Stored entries
_ _ _ _
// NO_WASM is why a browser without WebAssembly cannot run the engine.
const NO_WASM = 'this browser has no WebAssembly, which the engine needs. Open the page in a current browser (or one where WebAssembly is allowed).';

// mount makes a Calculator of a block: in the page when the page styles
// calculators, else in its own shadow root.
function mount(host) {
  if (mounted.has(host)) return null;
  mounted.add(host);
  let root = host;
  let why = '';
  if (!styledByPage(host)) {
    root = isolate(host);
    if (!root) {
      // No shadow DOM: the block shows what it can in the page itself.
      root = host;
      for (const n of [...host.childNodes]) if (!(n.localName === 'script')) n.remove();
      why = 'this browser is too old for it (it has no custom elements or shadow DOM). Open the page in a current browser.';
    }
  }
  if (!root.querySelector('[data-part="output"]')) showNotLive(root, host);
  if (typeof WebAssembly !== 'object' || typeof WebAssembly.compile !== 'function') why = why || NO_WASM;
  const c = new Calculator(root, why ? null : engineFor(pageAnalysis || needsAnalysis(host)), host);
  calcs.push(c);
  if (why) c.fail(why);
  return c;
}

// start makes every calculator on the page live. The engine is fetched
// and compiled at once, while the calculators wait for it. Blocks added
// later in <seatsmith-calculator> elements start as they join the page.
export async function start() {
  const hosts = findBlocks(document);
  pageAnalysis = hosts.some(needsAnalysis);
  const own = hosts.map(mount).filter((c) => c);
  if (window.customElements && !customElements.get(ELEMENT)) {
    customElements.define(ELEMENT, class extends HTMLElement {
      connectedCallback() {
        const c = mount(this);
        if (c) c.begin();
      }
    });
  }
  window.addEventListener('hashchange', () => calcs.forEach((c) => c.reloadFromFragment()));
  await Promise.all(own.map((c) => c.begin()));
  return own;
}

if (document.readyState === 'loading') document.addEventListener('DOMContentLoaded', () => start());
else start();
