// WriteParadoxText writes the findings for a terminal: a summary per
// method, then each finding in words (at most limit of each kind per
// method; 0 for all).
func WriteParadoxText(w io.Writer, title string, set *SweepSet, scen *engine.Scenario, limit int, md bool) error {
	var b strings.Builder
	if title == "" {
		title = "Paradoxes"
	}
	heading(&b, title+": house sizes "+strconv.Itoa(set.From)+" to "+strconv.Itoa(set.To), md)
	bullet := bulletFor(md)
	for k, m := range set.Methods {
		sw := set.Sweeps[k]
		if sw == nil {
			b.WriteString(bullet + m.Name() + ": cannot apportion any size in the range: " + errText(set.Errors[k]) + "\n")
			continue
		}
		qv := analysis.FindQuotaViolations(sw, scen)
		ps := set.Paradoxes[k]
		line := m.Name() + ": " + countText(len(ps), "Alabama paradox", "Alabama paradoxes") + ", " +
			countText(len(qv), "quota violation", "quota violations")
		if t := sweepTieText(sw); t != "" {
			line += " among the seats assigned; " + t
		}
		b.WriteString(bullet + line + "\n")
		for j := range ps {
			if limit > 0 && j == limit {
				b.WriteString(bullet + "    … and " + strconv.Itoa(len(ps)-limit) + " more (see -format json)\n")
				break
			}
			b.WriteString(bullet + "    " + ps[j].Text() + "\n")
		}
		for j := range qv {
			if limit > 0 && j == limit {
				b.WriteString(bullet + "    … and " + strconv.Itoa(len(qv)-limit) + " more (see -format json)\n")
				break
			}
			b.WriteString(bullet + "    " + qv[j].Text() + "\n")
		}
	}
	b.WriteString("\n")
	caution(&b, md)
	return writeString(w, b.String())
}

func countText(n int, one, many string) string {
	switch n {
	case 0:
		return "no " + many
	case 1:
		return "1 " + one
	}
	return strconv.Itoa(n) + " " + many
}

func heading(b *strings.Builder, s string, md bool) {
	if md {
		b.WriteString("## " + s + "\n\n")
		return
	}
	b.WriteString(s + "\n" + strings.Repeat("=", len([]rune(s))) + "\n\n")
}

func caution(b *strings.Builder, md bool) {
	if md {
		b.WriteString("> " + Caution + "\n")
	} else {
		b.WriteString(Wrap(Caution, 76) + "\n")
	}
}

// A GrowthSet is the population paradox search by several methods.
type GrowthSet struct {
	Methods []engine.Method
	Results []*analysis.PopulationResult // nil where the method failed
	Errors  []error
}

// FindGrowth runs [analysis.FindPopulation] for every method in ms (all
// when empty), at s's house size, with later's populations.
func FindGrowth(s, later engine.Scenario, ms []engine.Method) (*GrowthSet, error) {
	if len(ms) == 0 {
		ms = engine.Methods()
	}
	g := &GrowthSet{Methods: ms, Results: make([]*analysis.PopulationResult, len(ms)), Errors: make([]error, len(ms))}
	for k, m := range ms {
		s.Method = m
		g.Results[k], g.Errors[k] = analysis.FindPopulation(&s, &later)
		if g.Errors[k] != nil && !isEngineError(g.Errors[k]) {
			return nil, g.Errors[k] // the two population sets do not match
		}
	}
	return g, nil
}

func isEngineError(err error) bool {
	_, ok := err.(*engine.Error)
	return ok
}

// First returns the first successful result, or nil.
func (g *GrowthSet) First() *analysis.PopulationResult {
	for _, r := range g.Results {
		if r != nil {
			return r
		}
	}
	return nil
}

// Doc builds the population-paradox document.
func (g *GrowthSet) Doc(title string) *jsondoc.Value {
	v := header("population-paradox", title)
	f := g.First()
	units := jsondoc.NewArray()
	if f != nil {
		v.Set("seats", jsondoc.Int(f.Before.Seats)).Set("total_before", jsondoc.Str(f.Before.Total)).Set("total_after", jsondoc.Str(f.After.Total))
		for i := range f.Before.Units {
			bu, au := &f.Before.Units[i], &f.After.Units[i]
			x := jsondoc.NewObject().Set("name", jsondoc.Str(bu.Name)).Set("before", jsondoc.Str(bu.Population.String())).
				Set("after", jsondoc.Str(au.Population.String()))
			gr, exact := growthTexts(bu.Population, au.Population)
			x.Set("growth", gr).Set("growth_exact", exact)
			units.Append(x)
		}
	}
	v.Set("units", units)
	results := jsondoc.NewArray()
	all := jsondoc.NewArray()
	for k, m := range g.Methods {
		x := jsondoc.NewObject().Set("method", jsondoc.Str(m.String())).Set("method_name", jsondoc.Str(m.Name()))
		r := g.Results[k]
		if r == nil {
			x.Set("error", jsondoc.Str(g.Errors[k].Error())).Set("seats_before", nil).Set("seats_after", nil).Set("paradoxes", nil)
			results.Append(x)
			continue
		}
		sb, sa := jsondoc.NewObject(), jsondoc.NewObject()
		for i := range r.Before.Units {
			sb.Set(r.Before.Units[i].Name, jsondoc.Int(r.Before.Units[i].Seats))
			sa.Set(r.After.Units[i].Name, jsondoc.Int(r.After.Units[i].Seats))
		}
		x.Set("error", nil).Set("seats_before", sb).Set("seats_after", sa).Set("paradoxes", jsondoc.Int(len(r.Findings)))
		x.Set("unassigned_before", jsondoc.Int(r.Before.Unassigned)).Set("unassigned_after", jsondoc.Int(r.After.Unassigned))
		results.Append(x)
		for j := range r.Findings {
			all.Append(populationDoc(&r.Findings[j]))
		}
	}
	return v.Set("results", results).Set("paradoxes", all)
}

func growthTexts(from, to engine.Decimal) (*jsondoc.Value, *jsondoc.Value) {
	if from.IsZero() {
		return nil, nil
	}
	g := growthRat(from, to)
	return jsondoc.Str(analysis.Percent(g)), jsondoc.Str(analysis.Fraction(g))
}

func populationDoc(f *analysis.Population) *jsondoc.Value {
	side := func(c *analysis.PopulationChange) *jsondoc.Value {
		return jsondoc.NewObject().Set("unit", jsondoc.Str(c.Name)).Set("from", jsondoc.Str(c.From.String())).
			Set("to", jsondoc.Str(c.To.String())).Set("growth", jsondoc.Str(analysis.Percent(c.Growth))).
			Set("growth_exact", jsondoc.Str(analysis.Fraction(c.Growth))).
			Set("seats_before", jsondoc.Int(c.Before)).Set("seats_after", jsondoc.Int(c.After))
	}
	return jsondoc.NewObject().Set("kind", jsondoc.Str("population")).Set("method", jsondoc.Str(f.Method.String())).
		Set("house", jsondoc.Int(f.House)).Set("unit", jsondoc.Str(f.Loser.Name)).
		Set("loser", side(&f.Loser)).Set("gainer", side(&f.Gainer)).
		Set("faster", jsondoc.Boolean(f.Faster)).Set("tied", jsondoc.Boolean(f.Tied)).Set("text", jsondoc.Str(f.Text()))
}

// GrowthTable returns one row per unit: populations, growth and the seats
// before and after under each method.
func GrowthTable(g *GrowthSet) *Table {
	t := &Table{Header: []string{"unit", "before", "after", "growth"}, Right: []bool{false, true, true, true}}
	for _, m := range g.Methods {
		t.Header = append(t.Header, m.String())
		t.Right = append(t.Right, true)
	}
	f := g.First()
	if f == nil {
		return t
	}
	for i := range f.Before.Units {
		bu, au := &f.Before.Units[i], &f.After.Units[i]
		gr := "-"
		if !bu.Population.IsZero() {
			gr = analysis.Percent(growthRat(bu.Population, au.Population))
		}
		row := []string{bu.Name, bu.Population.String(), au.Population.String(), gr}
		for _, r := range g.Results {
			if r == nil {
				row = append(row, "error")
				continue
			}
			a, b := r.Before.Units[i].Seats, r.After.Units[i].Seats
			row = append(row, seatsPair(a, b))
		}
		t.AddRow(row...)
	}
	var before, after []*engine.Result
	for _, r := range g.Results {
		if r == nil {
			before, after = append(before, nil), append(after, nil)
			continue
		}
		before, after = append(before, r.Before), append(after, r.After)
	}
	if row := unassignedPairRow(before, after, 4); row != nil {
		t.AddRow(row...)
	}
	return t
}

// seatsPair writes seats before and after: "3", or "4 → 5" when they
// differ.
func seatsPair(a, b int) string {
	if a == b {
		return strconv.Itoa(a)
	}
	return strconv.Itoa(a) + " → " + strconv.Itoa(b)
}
_ _ _ _
- Activity -
From the records above, transcribe exactly the run of lines that opens with the line holding "const own = hosts.map(mount).filter((c)" and closes with the line holding "if sw == nil", both included.

- Response to the task -
  const own = hosts.map(mount).filter((c) => c);
  if (window.customElements && !customElements.get(ELEMENT)) {
    customElements.define(ELEMENT, class extends HTMLElement {
      connectedCallback() {
        const c = mount(this);
        if (c) c.begin();
      }
    });
  }
  window.addEventListener('hashchange', () => calcs.forEach((c) => c.reloadFromFragment()));
  await Promise.all(own.map((c) => c.begin()));
  return own;
}

if (document.readyState === 'loading') document.addEventListener('DOMContentLoaded', () => start());
else start();
// WriteParadoxText writes the findings for a terminal: a summary per
// method, then each finding in words (at most limit of each kind per
// method; 0 for all).
func WriteParadoxText(w io.Writer, title string, set *SweepSet, scen *engine.Scenario, limit int, md bool) error {
	var b strings.Builder
	if title == "" {
		title = "Paradoxes"
	}
	heading(&b, title+": house sizes "+strconv.Itoa(set.From)+" to "+strconv.Itoa(set.To), md)
	bullet := bulletFor(md)
	for k, m := range set.Methods {
		sw := set.Sweeps[k]
		if sw == nil {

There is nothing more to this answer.